[RECORDS SHOWN]

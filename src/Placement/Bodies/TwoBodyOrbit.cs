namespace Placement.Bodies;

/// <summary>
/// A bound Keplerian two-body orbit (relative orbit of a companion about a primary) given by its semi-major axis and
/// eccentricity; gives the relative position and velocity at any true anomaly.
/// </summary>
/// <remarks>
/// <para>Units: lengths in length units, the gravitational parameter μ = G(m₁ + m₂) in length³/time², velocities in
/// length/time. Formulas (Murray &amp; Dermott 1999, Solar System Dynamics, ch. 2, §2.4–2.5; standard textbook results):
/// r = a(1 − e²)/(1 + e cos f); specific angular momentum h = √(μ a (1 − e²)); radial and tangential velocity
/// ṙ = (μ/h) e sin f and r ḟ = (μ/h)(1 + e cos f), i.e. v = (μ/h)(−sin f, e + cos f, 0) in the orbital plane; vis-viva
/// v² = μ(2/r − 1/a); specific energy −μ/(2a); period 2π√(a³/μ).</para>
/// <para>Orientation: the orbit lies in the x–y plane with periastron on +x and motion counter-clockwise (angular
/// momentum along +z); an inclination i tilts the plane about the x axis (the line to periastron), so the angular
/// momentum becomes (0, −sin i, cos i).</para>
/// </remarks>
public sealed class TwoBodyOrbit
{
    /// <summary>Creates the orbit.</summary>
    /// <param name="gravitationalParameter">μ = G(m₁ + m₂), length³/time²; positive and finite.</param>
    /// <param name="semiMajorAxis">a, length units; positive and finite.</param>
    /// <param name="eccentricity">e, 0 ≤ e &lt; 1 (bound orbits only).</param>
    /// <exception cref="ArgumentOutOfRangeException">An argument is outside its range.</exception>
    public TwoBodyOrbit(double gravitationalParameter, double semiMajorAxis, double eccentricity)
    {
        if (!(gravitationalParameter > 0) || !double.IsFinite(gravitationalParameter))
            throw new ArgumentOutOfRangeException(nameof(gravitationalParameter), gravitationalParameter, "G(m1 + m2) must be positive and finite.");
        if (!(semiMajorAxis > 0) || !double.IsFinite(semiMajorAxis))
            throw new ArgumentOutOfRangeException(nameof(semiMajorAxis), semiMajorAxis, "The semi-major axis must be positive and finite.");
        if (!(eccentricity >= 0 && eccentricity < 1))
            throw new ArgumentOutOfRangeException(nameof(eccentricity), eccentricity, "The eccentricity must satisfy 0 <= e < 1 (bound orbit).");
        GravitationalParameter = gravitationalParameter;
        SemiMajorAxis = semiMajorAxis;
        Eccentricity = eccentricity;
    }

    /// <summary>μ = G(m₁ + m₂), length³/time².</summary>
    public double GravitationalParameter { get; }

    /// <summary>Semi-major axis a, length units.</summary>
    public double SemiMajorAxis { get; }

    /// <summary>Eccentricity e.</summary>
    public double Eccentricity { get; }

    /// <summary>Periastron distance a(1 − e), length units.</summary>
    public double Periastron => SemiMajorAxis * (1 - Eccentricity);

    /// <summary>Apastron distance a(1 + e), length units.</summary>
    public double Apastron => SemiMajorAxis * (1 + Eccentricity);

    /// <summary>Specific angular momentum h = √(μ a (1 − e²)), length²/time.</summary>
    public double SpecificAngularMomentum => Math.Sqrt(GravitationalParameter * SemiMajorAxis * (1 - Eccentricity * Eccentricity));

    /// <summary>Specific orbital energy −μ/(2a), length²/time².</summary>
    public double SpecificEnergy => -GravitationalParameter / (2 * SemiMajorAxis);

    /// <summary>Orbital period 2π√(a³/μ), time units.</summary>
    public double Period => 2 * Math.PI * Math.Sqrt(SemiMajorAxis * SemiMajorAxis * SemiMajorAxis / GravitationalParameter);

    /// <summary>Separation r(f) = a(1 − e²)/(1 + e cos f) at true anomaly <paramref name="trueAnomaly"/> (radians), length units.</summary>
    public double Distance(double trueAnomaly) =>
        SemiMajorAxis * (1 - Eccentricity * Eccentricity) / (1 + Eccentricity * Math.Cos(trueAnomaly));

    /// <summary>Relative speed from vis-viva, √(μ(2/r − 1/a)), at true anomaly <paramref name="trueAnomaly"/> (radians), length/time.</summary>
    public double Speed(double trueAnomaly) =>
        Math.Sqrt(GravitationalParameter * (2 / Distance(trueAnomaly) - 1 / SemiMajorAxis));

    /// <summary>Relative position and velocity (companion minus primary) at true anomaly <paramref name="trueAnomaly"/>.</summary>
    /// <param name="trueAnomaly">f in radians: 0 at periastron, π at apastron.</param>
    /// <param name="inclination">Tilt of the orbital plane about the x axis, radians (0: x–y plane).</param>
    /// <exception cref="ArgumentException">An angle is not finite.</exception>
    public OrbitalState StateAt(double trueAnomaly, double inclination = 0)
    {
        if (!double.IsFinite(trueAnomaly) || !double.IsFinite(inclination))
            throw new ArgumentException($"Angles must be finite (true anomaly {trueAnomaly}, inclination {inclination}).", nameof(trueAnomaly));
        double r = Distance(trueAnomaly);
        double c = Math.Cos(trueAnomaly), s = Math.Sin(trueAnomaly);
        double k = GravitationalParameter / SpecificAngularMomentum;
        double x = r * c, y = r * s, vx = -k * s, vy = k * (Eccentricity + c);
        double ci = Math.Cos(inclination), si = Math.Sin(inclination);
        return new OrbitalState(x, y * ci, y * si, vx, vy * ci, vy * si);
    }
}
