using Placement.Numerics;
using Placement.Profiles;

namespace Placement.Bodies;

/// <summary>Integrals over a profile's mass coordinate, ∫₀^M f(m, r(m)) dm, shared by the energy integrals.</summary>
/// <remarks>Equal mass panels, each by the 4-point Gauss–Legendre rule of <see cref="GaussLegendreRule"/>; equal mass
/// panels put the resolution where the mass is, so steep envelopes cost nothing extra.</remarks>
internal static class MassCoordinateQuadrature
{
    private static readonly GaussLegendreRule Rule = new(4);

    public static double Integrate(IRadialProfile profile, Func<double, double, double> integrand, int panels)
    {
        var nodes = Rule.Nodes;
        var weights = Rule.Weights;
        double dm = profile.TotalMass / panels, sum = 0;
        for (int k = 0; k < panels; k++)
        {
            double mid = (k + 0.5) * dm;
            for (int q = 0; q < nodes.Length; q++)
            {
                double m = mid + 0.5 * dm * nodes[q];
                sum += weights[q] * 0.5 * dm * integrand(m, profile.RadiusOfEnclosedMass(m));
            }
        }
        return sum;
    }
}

[PROBLEM DESCRIPTION] Nothing but the lines from the top of the entries above through the line with "semi-major axis and" should be set down, each exactly as written.

[RESULT OF THE EXERCISE]
filename src/Placement/Bodies/TwoBodyOrbit.cs
namespace Placement.Bodies;

/// <summary>
/// A bound Keplerian two-body orbit (relative orbit of a companion about a primary) given by its semi-major axis and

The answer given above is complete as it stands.